■ **EXERCISE BRIEF**
From the first line through the line containing "with percent signs", transcribe the records exactly and include no other lines.

■ **Source data**
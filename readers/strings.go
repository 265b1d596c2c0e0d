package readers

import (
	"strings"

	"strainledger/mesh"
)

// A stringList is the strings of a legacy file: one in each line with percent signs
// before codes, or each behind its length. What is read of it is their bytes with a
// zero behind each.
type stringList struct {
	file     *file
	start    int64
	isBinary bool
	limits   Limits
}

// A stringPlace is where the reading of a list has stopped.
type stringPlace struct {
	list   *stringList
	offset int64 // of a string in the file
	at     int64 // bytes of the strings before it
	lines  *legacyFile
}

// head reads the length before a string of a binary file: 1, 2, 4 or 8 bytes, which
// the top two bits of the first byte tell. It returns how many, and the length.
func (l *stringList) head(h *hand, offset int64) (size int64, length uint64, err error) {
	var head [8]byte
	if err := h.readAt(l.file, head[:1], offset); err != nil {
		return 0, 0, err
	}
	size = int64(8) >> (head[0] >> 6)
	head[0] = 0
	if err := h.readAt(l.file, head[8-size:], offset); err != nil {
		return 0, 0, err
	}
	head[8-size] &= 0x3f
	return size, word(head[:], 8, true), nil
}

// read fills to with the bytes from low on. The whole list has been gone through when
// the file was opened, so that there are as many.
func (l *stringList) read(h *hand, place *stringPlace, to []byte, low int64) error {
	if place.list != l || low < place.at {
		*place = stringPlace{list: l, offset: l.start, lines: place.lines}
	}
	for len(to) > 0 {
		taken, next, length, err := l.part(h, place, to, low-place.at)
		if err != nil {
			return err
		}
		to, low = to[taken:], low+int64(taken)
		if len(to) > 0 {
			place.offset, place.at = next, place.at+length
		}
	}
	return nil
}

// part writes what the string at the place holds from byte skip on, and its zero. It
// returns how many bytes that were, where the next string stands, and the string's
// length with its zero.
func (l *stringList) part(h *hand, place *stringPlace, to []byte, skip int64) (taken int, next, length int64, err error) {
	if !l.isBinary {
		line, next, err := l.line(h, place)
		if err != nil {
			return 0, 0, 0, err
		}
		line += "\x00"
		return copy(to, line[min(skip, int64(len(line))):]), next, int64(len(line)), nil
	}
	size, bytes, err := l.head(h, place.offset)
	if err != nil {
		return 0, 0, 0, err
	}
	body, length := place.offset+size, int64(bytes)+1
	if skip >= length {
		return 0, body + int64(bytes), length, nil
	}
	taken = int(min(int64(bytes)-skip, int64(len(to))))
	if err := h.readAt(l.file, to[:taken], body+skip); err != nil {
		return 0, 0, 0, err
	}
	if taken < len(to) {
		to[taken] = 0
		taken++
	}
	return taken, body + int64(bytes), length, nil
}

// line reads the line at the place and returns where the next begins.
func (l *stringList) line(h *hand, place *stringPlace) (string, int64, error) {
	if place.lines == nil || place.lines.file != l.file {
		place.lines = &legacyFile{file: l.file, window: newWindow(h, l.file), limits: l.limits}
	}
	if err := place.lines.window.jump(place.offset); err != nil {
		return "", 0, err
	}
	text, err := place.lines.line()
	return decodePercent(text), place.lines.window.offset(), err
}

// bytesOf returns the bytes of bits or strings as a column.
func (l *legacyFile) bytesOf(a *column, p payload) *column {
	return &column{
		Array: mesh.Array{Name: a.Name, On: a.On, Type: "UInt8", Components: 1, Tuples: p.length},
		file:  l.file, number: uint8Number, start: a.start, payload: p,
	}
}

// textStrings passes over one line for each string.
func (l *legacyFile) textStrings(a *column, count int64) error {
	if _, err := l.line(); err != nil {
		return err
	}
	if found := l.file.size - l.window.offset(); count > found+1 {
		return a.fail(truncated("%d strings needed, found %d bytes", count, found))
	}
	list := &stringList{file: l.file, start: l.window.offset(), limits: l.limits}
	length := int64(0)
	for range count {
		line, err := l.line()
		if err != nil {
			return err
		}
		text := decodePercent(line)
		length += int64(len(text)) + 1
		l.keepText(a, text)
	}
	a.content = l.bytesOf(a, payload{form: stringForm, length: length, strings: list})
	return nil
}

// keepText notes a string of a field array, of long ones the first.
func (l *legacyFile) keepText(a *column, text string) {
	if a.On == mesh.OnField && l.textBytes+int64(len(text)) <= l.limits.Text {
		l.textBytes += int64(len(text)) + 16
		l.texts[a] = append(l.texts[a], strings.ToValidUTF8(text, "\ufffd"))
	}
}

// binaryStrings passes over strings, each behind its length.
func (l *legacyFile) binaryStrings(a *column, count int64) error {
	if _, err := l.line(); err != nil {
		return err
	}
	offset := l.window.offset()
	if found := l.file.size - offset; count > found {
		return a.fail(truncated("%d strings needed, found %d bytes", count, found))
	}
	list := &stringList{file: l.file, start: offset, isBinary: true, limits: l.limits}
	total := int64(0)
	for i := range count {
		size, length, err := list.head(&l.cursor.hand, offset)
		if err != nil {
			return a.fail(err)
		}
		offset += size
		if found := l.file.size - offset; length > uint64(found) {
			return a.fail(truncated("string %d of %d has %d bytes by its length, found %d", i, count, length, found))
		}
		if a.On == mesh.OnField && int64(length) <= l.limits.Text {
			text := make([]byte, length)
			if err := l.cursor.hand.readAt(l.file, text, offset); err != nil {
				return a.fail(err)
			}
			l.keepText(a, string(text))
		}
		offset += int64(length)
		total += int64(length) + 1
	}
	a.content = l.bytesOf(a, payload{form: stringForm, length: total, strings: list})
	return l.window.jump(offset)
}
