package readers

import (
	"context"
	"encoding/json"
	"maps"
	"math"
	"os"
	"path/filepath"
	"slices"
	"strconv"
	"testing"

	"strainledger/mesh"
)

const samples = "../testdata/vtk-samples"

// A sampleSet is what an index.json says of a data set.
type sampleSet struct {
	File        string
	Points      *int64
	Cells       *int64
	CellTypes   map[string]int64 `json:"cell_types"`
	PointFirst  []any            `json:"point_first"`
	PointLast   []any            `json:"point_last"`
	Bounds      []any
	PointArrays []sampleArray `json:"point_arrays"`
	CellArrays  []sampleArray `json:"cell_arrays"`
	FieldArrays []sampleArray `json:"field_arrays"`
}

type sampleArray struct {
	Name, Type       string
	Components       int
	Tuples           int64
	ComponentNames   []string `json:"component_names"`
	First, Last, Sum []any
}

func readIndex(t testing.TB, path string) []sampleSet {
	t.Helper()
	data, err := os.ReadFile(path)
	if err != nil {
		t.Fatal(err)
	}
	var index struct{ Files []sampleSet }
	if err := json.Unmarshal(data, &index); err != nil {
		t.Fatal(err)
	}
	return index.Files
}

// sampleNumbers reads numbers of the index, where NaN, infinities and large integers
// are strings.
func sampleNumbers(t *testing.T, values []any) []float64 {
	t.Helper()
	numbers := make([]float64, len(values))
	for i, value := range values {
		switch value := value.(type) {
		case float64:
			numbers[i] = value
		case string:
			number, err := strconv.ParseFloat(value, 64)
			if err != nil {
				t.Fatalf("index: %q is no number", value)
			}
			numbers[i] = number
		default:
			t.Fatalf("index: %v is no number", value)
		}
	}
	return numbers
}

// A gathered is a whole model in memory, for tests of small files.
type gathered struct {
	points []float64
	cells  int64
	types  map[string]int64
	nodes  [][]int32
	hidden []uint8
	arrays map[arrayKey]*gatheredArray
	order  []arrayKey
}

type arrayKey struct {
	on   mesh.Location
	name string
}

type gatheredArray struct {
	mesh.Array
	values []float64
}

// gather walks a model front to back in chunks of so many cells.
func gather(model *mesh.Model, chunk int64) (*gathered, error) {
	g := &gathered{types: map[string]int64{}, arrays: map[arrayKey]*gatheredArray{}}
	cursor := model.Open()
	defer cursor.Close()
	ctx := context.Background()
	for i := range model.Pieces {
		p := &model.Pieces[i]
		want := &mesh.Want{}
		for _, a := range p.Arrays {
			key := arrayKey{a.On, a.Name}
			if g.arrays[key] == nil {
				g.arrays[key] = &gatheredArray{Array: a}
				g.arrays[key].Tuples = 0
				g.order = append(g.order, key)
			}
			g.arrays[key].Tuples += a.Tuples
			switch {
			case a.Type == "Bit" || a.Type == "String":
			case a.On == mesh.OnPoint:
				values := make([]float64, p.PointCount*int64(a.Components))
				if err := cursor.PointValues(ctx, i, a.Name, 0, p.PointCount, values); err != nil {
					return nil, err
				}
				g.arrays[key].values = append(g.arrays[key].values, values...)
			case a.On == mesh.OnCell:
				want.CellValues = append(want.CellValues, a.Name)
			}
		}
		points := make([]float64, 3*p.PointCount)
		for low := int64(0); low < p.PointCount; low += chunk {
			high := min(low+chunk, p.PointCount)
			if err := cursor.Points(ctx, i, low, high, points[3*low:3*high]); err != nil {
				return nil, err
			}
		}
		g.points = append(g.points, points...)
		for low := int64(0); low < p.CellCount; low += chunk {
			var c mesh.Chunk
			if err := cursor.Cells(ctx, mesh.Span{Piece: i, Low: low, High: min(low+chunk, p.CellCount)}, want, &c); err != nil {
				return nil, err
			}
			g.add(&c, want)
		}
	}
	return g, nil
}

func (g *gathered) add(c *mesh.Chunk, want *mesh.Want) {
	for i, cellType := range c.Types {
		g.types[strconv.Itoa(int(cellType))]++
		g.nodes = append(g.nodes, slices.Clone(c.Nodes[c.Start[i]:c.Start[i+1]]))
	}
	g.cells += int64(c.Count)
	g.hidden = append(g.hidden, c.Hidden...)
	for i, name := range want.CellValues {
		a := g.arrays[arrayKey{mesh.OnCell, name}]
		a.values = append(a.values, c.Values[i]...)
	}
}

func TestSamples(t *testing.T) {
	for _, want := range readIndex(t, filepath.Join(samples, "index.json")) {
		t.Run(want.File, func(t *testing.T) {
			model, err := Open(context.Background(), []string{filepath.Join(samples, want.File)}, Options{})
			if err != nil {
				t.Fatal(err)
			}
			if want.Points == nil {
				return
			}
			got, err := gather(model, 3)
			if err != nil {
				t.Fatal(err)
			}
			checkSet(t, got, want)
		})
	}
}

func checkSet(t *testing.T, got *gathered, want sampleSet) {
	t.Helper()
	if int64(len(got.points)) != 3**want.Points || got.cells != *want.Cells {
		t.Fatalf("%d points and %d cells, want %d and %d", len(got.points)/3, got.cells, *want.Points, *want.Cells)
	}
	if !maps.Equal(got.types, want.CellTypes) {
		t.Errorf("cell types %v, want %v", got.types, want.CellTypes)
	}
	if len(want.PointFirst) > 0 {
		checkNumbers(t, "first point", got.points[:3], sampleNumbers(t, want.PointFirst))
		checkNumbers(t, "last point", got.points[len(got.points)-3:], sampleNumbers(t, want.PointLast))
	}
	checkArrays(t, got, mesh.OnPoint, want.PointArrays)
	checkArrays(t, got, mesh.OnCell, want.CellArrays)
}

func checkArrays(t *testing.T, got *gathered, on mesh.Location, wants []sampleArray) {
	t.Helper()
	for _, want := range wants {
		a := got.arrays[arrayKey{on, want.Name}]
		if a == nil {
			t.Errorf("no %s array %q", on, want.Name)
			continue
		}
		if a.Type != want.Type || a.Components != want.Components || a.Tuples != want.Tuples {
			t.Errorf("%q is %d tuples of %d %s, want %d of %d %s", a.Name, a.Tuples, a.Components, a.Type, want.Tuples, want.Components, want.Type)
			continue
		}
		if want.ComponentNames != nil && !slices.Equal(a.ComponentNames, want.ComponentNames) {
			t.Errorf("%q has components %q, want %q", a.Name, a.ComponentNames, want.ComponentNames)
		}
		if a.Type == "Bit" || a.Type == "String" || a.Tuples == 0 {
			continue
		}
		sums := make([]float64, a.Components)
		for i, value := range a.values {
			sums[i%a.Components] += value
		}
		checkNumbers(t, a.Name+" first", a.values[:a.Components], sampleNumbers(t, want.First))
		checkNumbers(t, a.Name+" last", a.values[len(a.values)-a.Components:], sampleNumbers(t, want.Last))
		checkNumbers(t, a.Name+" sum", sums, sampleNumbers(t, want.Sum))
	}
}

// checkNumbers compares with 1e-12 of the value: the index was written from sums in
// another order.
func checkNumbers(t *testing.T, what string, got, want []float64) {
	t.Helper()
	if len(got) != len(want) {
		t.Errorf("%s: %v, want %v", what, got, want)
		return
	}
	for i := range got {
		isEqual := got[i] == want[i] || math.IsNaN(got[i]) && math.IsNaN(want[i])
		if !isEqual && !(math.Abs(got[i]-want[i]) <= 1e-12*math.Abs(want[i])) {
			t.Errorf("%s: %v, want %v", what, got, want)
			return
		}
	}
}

■ **ANSWER SPACE**
filename readers/strings.go
repository 265b1d596c2c0e0d
package readers

import (
	"strings"

	"strainledger/mesh"
)

// A stringList is the strings of a legacy file: one in each line with percent signs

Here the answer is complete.